**TASK OBJECTIVE**: Copy out every line of the records where the string "builtinTables" occurs.

**SUPPLIED DATA**:
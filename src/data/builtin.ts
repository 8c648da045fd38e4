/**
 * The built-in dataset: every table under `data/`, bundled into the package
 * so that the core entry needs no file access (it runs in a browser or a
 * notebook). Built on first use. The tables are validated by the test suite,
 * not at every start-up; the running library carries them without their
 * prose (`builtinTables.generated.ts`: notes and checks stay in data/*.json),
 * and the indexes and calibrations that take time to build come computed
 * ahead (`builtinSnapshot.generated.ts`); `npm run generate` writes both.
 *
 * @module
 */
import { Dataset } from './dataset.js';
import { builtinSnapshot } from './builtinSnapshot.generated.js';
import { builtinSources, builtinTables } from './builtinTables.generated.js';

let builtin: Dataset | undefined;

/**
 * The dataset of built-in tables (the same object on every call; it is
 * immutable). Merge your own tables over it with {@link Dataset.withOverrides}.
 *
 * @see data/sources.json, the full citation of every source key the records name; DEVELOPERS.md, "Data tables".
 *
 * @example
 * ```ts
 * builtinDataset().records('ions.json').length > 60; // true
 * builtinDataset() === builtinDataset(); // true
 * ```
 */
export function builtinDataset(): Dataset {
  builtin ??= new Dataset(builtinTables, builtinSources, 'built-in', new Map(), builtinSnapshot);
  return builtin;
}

**ANSWER BOX**:
 * prose (`builtinTables.generated.ts`: notes and checks stay in data/*.json),
import { builtinSources, builtinTables } from './builtinTables.generated.js';
  builtin ??= new Dataset(builtinTables, builtinSources, 'built-in', new Map(), builtinSnapshot);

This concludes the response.